Just need to get supplys and fine someone to cut the boards on to 10mm also its going to cost less than thought


----------



## mtt.tr (20 Jan 2010)

what is it like making dovetails in ash?


----------



## wizer (20 Jan 2010)

Should be fine. I've cut them by machine in Ash and had no problems. I guess it can be a little brittle. Beech might be a better option.


----------



## mtt.tr (20 Jan 2010)

wizer":fupiek7t said:


> Should be fine. I've cut them by machine in Ash and had no problems. I guess it can be a little brittle. Beech might be a better option.


i hope to cut them by hand


----------



## wizer (20 Jan 2010)

I don't think you have anything specific to worry about with Ash, should be fine.


----------



## plymouth pirate (20 Jan 2010)

This post is a joke. 
WTF wants a chisel box to start with? Apart from those who's woodworking skills extend only to the collection and display of those expensive tools they've bought and have no idea how to use anyway.
God! I love a good discussion.
John


----------



## wizer (20 Jan 2010)

How about learning joinery on making something small for the workshop Pete. Been on the Sherry tonight?


----------



## woodbloke (20 Jan 2010)

plymouth pirate":2f5y76ro said:


> This post is a joke.
> WTF wants a chisel box to start with? Apart from those who's woodworking skills extend only to the collection and display of those expensive tools they've bought and have no idea how to use anyway.
> God! I love a good discussion.
> John


I'm *sorely* tempted to make some suitable caustic and vitriolic reply to this but I'm tired, had a few drinks (as it's my bithday) and need to go up the wooden hill...can someone help please? [-o< - Rob


----------



## wizer (20 Jan 2010)

Happy Birthday Rob. Ignore Pete, he'll be offering to fight us next. :roll:


----------



## mtt.tr (20 Jan 2010)

plymouth pirate":3l474r2r said:


> This post is a joke.
> WTF wants a chisel box to start with? Apart from those who's woodworking skills extend only to the collection and display of those expensive tools they've bought and have no idea how to use anyway.
> God! I love a good discussion.
> John



Someone who takes thier chisels to college and doesn't like the idea of falling of a bike with chisels in a flimsy tool roll and getting stabbed in the back!!
maybe them possible!
and practise doesn't harm
Also the idea is that the box is the right size to fit into a tool chest i have planned.
And whats wrong with respecting your tools


----------



## TEO (21 Jan 2010)

Nothing wrong with any of that, don't pay any attention to the Plymouth Pratt shame he can't do any better than pour scorn on a newbie who's looking to learn.
Have fun with the project,
T


----------



## jhwbigley (21 Jan 2010)

mtt.tr":2hlumqkj said:


> what it like making dovetail in ash?



I've cut dovetails is ash, easy.







You will find the a difference in hardness between the growth rings as you pare the end grain. 

JHB


----------



## mtt.tr (22 Jan 2010)

Thanks looks like i will be using as then 
Thanks and nice joints


----------



## Dibs-h (22 Jan 2010)

plymouth pirate":a5gg4db1 said:


> This post is a joke.
> WTF wants a chisel box to start with? Apart from those who's woodworking skills extend only to the collection and display of those expensive tools they've bought and have no idea how to use anyway.
> God! I love a good discussion.
> John





Try not to let such posts bother you - you'll always find someone who p1sses on the ideas\notions of others - yet doesn't actually offer anything constructive. Bit like a back seat driver - can't actually drive but full of it, nonethelesss.
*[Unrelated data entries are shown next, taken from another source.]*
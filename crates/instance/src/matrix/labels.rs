//! The headings of a table: a first row of column labels, a first column of row labels, and the
//! corner where they meet.

use crate::cells::{Cell, Separator, Style, is_blank, is_word};
use crate::complaint::excerpt;
use crate::number::parse;

use super::{Row, unit_of};

/// The headings taken off a table.
pub(crate) struct Headings<'a> {
    pub(crate) corner: Option<String>,
    pub(crate) columns: Option<Vec<Cell<'a>>>,
    pub(crate) rows: Option<Vec<Cell<'a>>>,
}

impl Headings<'_> {
    /// The unit, from the corner or else the title; a corner that names none is noted.
    pub(crate) fn unit(&self, title: &str, notes: &mut Vec<String>) -> String {
        let corner = self.corner.as_deref().unwrap_or("");
        if let Some(unit) = unit_of(corner).or_else(|| unit_of(title)) {
            return unit.to_owned();
        }
        if !corner.is_empty() {
            notes.push(format!("The corner cell `{}` names no unit.", excerpt(corner)));
        }
        String::new()
    }
}

/// Takes the headings off the rows, which keep their values. A row of mostly words is column
/// labels, a column of mostly words row labels; numbers are labels when the first row and the
/// first column agree, or when they count from 1 beside a square.
pub(crate) fn take<'a>(rows: &mut Vec<Row<'a>>, style: Style) -> Headings<'a> {
    if numbers_label(rows, style) {
        return split_off(rows, true, true, style);
    }
    let header = counts_above_square(rows)
        || rows.first().is_some_and(|row| {
            let cells = &row.cells[usize::from(row.cells.len() > 1)..];
            let words =
                cells.iter().filter(|cell| is_word(&cell.text, style.decimal_comma)).count();
            words * 2 > cells.len() && (row.cells.len() > 1 || rows.len() == 1)
        });
    let body = &rows[usize::from(header)..];
    let words = body
        .iter()
        .filter(|row| row.cells.first().is_some_and(|c| is_word(&c.text, style.decimal_comma)))
        .count();
    let column = words * 2 > body.len() || counts_beside_square(body);
    split_off(rows, header, column, style)
}

/// Whether the first column counts 1, 2, … beside as many values as there are rows.
fn counts_beside_square(rows: &[Row]) -> bool {
    rows.len() > 1
        && rows.iter().enumerate().all(|(number, row)| {
            row.cells.len() == rows.len() + 1 && row.cells[0].text == (number + 1).to_string()
        })
}

/// Whether the first row counts 1, 2, … above a square of at least three.
fn counts_above_square(rows: &[Row]) -> bool {
    let Some((first, rest)) = rows.split_first() else { return false };
    let counts = |(place, cell): (usize, &Cell)| cell.text == (place + 1).to_string();
    rest.len() > 2
        && rows.iter().all(|row| row.cells.len() == rest.len())
        && first.cells.iter().enumerate().all(counts)
}

/// Whether the first row and the first column hold the same numbers as labels.
fn numbers_label(rows: &[Row], style: Style) -> bool {
    let Some((first, rest)) = rows.split_first() else { return false };
    let corner = usize::from(first.cells.len() == rest.len() + 1);
    if rest.len() < 2 || first.cells.len() != rest.len() + corner {
        return false;
    }
    if corner == 0 && style.separator != Separator::Space {
        return false;
    }
    if corner == 1 && parse(&first.cells[0].text, style.decimal_comma).is_ok() {
        return false;
    }
    let same = |(head, row): (&Cell, &Row)| {
        row.cells.len() == rest.len() + 1 && row.cells[0].text == head.text
    };
    first.cells[corner..].iter().zip(rest).all(same)
        && first.cells[corner..].iter().all(|cell| !is_blank(&cell.text))
}

fn split_off<'a>(
    rows: &mut Vec<Row<'a>>,
    header: bool,
    column: bool,
    style: Style,
) -> Headings<'a> {
    let head = if header { Some(rows.remove(0)) } else { None };
    let labels: Option<Vec<Cell>> = column.then(|| {
        rows.iter_mut()
            .map(|row| match row.cells.is_empty() {
                true => Cell { text: "".into(), span: row.end..row.end },
                false => row.cells.remove(0),
            })
            .collect()
    });
    let mut corner = None;
    let columns = head.map(|row| {
        let mut cells = row.cells;
        if column && has_corner(&cells, rows, labels.as_deref(), style) {
            corner = Some(cells.remove(0).text.into_owned());
        }
        while cells.last().is_some_and(|cell| cell.text.is_empty()) {
            cells.pop();
        }
        cells
    });
    Headings { corner, columns, rows: labels }
}

/// Whether the first cell of the header stands over the row labels. The labels themselves decide
/// where they can; then the count; a half matrix whose first row is left out has no corner.
fn has_corner(head: &[Cell], rows: &[Row], labels: Option<&[Cell]>, style: Style) -> bool {
    let label = labels.and_then(<[Cell]>::first).map(|cell| &*cell.text);
    let first = head.first().map(|cell| &*cell.text);
    if first.is_none_or(str::is_empty) {
        return first.is_some();
    }
    if first == label {
        return false;
    }
    let over = rows.iter().map(|row| row.cells.len()).max().unwrap_or(0);
    let second = head.get(1).map(|cell| &*cell.text);
    if second == label && head.len() == rows.len() + 1 {
        let last = rows.last().and_then(|row| row.cells.last());
        let half = rows.first().is_some_and(|row| row.cells.len() == 1) && rows.len() > 1;
        let empty = |cell: &Cell| {
            let zero = parse(&cell.text, style.decimal_comma).is_ok_and(|number| number.is_zero());
            zero || is_blank(&cell.text)
        };
        return !half || last.is_some_and(empty);
    }
    head.len() != over
}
Thankfully this forum has members - almost without exception- who are the complete opposite.


----------



## jlawrence (22 Jan 2010)

I would have thought that there are two reasons to make cases (etc) for in the workshop:
1) to keep things where you can find them,
2) to practice on joints etc.


----------



## BradNaylor (23 Jan 2010)

plymouth pirate":167nn7in said:


> This post is a joke.
> WTF wants a chisel box to start with? Apart from those who's woodworking skills extend only to the collection and display of those expensive tools they've bought and have no idea how to use anyway.
> God! I love a good discussion.
> John



Don't take any notice of Plymouth .. 

The chisel box is an excellent idea. I have this set from Rutlands - the box sits very nicely in a drawer next to my bench allowing me easy access and keeping them nice and tidy. If I need to take them out on a job I just lift the box out of the drawer.






It's the best chisel storage solution I've seen.

I wouldn't make it from ash though. Ash is too coarse grained a timber for fine work on small joints. Beech, maple or sycamore would be much better. Walnut or cherry would be a delight to work with but wouldn't cope with much wear and tear during use, being a little soft.

Brad


----------



## mtt.tr (23 Jan 2010)

BradNaylor":1fx33wmd said:


> I wouldn't make it from ash though. Ash is too coarse grained a timber for fine work on small joints. Beech, maple or sycamore would be much better. Walnut or cherry would be a delight to work with but wouldn't cope with much wear and tear during use, being a little soft.
> 
> Brad


Thats is what i was thinking


----------



## mtt.tr (24 Jan 2010)

Tomorrow i shall start cutting some pine of the correct sizes as a prototype


----------



## Tony Spear (25 Jan 2010)

I reckon you'll be dead lucky to get 2 x 10mm. out of a single 25mm. section, due to the saw kerf and internal tension relieving when you re-saw it.


----------



## eoinsgaff (25 Jan 2010)

The great Brendan Behan once said - 'critics are like eunuchs in a harem; they know how its done, they've seen it done everyday but they're unable to do it themselves'...


----------



## mtt.tr (25 Jan 2010)

eoinsgaff":13srkax6 said:


> The great Brendan Behan once said - 'critics are like eunuchs in a harem; they know how its done, they've seen it done everyday but they're unable to do it themselves'...



Brilliant quote


----------